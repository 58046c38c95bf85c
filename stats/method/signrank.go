package method

import (
	"math"
	"sort"
)

// SignRankExactMaxN: the exact null distribution of the signed-rank
// statistic is used below this many non-zero differences without ties (as
// R's wilcox.test does).
const SignRankExactMaxN = 50

// SignedRankResult is the outcome of the one-sample Wilcoxon signed-rank
// test.
type SignedRankResult struct {
	V     float64 // rank sum of the positive differences
	P     float64 // two-sided
	Exact bool    // p from the exact null distribution
	Ties  bool    // tied |differences| (midranks used)
	Sigma float64 // SD of V under the null hypothesis (normal approximation; 0 when exact)
	// The ascending data split about mu: sorted[:Below] < mu,
	// sorted[Below:Above] == mu (dropped), sorted[Above:] > mu.
	Below, Above int
	NonZero      int
}

// SignedRank is the one-sample Wilcoxon (1945) signed-rank test of the
// ascending slice against mu, as R's wilcox.test (R 4.2.2) computes it:
// zero differences dropped, midranks for ties, the exact null distribution
// for fewer than 50 non-zero differences without ties or zeros, else the
// normal approximation with continuity correction and the tie correction of
// the variance. Ranks of |x - mu| come from one O(n) merge of the two sorted
// runs below and above mu. Ties and zeros are decided by the float64
// arithmetic of the input: pass integer-valued data (decimal mantissas) and
// an integer mu, all below 2^52 in magnitude, and every decision is exact.
// ok is false when no difference is non-zero.
func SignedRank(sorted []float64, mu float64) (r SignedRankResult, ok bool) {
	n := len(sorted)
	a := sort.SearchFloat64s(sorted, mu)
	b := a
	for b < n && sorted[b] == mu {
		b++
	}
	nz := a + (n - b)
	r.Below, r.Above, r.NonZero = a, b, nz
	if nz == 0 {
		return r, false
	}
	zeroes := b > a
	i, j := a-1, b
	absd := func(k int) float64 { return math.Abs(sorted[k] - mu) }
	var V, tieSum float64
	rank := 0
	for i >= 0 || j < n {
		var v float64
		if j >= n || (i >= 0 && absd(i) <= absd(j)) {
			v = absd(i)
		} else {
			v = absd(j)
		}
		pos, cnt := 0, 0
		for i >= 0 && absd(i) == v {
			i--
			cnt++
		}
		for j < n && absd(j) == v {
			j++
			pos++
			cnt++
		}
		mid := float64(rank) + float64(cnt+1)/2
		V += mid * float64(pos)
		if cnt > 1 {
			r.Ties = true
			t := float64(cnt)
			tieSum += t*t*t - t
		}
		rank += cnt
	}
	fn := float64(nz)
	M := fn * (fn + 1) / 2
	r.V = V
	r.Exact = nz < SignRankExactMaxN && !r.Ties && !zeroes
	if r.Exact {
		counts := SignRankCounts(nz)
		var p float64
		if V > M/2 {
			p = 1 - SignRankCDF(counts, int(V)-1)
		} else {
			p = SignRankCDF(counts, int(V))
		}
		r.P = math.Min(1, 2*p)
	} else {
		z := V - M/2
		r.Sigma = math.Sqrt(fn*(fn+1)*(2*fn+1)/24 - tieSum/48)
		if !(r.Sigma > 0) {
			return r, false
		}
		corr := 0.0
		if z > 0 {
			corr = 0.5
		} else if z < 0 {
			corr = -0.5
		}
		z = (z - corr) / r.Sigma
		r.P = math.Min(1, 2*math.Min(NormalCDF(z), NormalSF(z)))
	}
	return r, normalFinite(r.P) && normalFinite(V)
}

// SignedRankInterval gives the 1-based ranks kLo <= kHi of the Walsh
// averages that bound the distribution-free interval for the pseudo-median
// (Tukey 1949; Hollander and Wolfe 1999, Nonparametric Statistical Methods,
// 3.2), as R's wilcox.test(conf.int = TRUE): from the exact signed-rank
// distribution when r.Exact, else ranks n(n+1)/4 ∓ (z·σ + 1/2) from its
// normal approximation. level is the level achieved; reached is false when
// too few values allow only the widest interval (minimum to maximum).
func SignedRankInterval(r SignedRankResult, conf float64) (kLo, kHi int64, level float64, reached bool) {
	nz := r.NonZero
	fn := float64(nz)
	M := fn * (fn + 1) / 2
	alpha := 1 - conf
	level, reached = conf, true
	if r.Exact {
		counts := SignRankCounts(nz)
		qu := SignRankQuantile(counts, alpha/2)
		if qu == 0 {
			qu = 1
		}
		kLo = int64(qu)
		level = 1 - 2*SignRankCDF(counts, qu-1)
	} else {
		zq := NormalQuantile(1 - alpha/2)
		k := math.Floor(M/2-0.5-zq*r.Sigma) + 1
		kLo = int64(max(1, k))
		if k < 1 {
			level = 1 - 2*NormalCDF((0.5-M/2)/r.Sigma)
			reached = false
		}
	}
	kHi = int64(M) + 1 - kLo
	if kLo > kHi {
		kLo, kHi = kHi, kLo
	}
	return kLo, kHi, level, reached
}

// SignRankCounts returns c[s], the number of subsets of {1..n} whose sum
// is s, for s = 0..n(n+1)/2 (the null distribution of the signed-rank
// statistic times 2^n). Exact in float64 for n < 50 (counts below 2^53).
func SignRankCounts(n int) []float64 {
	M := n * (n + 1) / 2
	c := make([]float64, M+1)
	c[0] = 1
	top := 0
	for k := 1; k <= n; k++ {
		top += k
		for s := top; s >= k; s-- {
			c[s] += c[s-k]
		}
	}
	return c
}

// SignRankCDF is P(V <= q) under the null hypothesis, from SignRankCounts.
func SignRankCDF(c []float64, q int) float64 {
	if q < 0 {
		return 0
	}
	if q >= len(c)-1 {
		return 1
	}
	var s, tot float64
	for i, v := range c {
		if i <= q {
			s += v
		}
		tot += v
	}
	return s / tot
}

// SignRankQuantile is the smallest q with P(V <= q) >= p (as R's qsignrank).
func SignRankQuantile(c []float64, p float64) int {
	var tot float64
	for _, v := range c {
		tot += v
	}
	var s float64
	for q, v := range c {
		s += v
		if s/tot >= p-10*2.220446049250313e-16 { // R's qsignrank fuzz
			return q
		}
	}
	return len(c) - 1
}

// WalshSums are the sums z_i + z_j, i <= j, of the values of an ascending
// slice except a run in the middle (those equal to the target of a
// signed-rank test): twice the Walsh averages, whose median is the
// Hodges-Lehmann (1963) estimate. They are never formed: At selects them
// in O(n log n) expected time (Monahan 1984, see imSelect). On
// integer-valued input (decimal mantissas below 2^51) every sum is exact.
type WalshSums struct {
	m *imMatrix
	N int64 // number of sums
}

// NewWalshSums is the Walsh sums of sorted[:lo] and sorted[hi:].
func NewWalshSums(sorted []float64, lo, hi int) *WalshSums {
	n := lo + len(sorted) - hi
	z := sorted
	if hi > lo { // skip the middle run without copying when it is empty
		z = make([]float64, 0, n)
		z = append(z, sorted[:lo]...)
		z = append(z, sorted[hi:]...)
	}
	w := &imMatrix{rows: n, cols: n, upper: true}
	w.val = func(r, c int) float64 { return z[r] + z[c] }
	w.walk2 = func(t1 float64, s1 bool, t2 float64, s2 bool, visit func(r0 int, b1, b2 []int32)) (n1, n2 int64) {
		ch1, ch2 := make([]int32, imChunk), make([]int32, imChunk)
		c1, c2 := n, n
		for r0 := 0; r0 < n; r0 += imChunk {
			r1 := min(r0+imChunk, n)
			var a, b int64
			c1, a = walshStair(z, r0, r1, c1, t1, s1, ch1)
			c2, b = walshStair(z, r0, r1, c2, t2, s2, ch2)
			n1 += a
			n2 += b
			if visit != nil {
				visit(r0, ch1[:r1-r0], ch2[:r1-r0])
			}
		}
		return n1, n2
	}
	return &WalshSums{m: w, N: w.total()}
}

// At returns the sums of rank k and k+1 (0-based; the second equals the
// first when k+1 does not exist). NaN when the selection fails.
func (w *WalshSums) At(k int64) (vk, vk1 float64) {
	return imSelect(w.m, k, true)
}

// walshStair runs the staircase of one threshold over the Walsh rows
// r0..r1-1 from column c (see mcStair).
func walshStair(z []float64, r0, r1, c int, t float64, strict bool, out []int32) (int, int64) {
	var cnt int64
	for r := r0; r < r1; r++ {
		c = max(c, r)
		zr := z[r]
		if strict {
			for c > r && zr+z[c-1] >= t {
				c--
			}
		} else {
			for c > r && zr+z[c-1] > t {
				c--
			}
		}
		out[r-r0] = int32(c)
		cnt += int64(c - r)
	}
	return c, cnt
}

// OneSampleT is Student's (1908) one-sample t test of the mean against mu:
// t = (mean - mu)/(s/√n) on n-1 degrees of freedom, the two-sided p, and
// the t interval for the mean at level conf.
type OneSampleT struct {
	T, DF, P float64
	Lo, Hi   float64
}

// TTest computes OneSampleT from the mean and SD (divisor n-1) of n values;
// ok is false when n < 2, sd <= 0 or a figure is not finite.
func TTest(mean, sd float64, n int, mu, conf float64) (r OneSampleT, ok bool) {
	if n < 2 || !(sd > 0) || !normalFinite(mu) {
		return r, false
	}
	fn := float64(n)
	se := sd / math.Sqrt(fn)
	r.DF = fn - 1
	r.T = (mean - mu) / se
	if !normalFinite(r.T) {
		return r, false
	}
	r.P = math.Min(1, 2*tSurvival(r.DF, math.Abs(r.T)))
	h := tQuantile(r.DF, 1-(1-conf)/2) * se
	r.Lo, r.Hi = mean-h, mean+h
	return r, normalFinite(r.P) && normalFinite(r.Lo) && normalFinite(r.Hi)
}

---

▶ _PROBLEM REQUIREMENTS_
From the data above, output only the lines between the line containing "Sigma float64 //" and the line containing "z = (z - corr) / r.Sigma", inclusive, exactly as written.

▶ _EXERCISE ANSWER_
	Sigma float64 // SD of V under the null hypothesis (normal approximation; 0 when exact)
	// The ascending data split about mu: sorted[:Below] < mu,
	// sorted[Below:Above] == mu (dropped), sorted[Above:] > mu.
	Below, Above int
	NonZero      int
}

// SignedRank is the one-sample Wilcoxon (1945) signed-rank test of the
// ascending slice against mu, as R's wilcox.test (R 4.2.2) computes it:
// zero differences dropped, midranks for ties, the exact null distribution
// for fewer than 50 non-zero differences without ties or zeros, else the
// normal approximation with continuity correction and the tie correction of
// the variance. Ranks of |x - mu| come from one O(n) merge of the two sorted
// runs below and above mu. Ties and zeros are decided by the float64
// arithmetic of the input: pass integer-valued data (decimal mantissas) and
// an integer mu, all below 2^52 in magnitude, and every decision is exact.
// ok is false when no difference is non-zero.
func SignedRank(sorted []float64, mu float64) (r SignedRankResult, ok bool) {
	n := len(sorted)
	a := sort.SearchFloat64s(sorted, mu)
	b := a
	for b < n && sorted[b] == mu {
		b++
	}
	nz := a + (n - b)
	r.Below, r.Above, r.NonZero = a, b, nz
	if nz == 0 {
		return r, false
	}
	zeroes := b > a
	i, j := a-1, b
	absd := func(k int) float64 { return math.Abs(sorted[k] - mu) }
	var V, tieSum float64
	rank := 0
	for i >= 0 || j < n {
		var v float64
		if j >= n || (i >= 0 && absd(i) <= absd(j)) {
			v = absd(i)
		} else {
			v = absd(j)
		}
		pos, cnt := 0, 0
		for i >= 0 && absd(i) == v {
			i--
			cnt++
		}
		for j < n && absd(j) == v {
			j++
			pos++
			cnt++
		}
		mid := float64(rank) + float64(cnt+1)/2
		V += mid * float64(pos)
		if cnt > 1 {
			r.Ties = true
			t := float64(cnt)
			tieSum += t*t*t - t
		}
		rank += cnt
	}
	fn := float64(nz)
	M := fn * (fn + 1) / 2
	r.V = V
	r.Exact = nz < SignRankExactMaxN && !r.Ties && !zeroes
	if r.Exact {
		counts := SignRankCounts(nz)
		var p float64
		if V > M/2 {
			p = 1 - SignRankCDF(counts, int(V)-1)
		} else {
			p = SignRankCDF(counts, int(V))
		}
		r.P = math.Min(1, 2*p)
	} else {
		z := V - M/2
		r.Sigma = math.Sqrt(fn*(fn+1)*(2*fn+1)/24 - tieSum/48)
		if !(r.Sigma > 0) {
			return r, false
		}
		corr := 0.0
		if z > 0 {
			corr = 0.5
		} else if z < 0 {
			corr = -0.5
		}
		z = (z - corr) / r.Sigma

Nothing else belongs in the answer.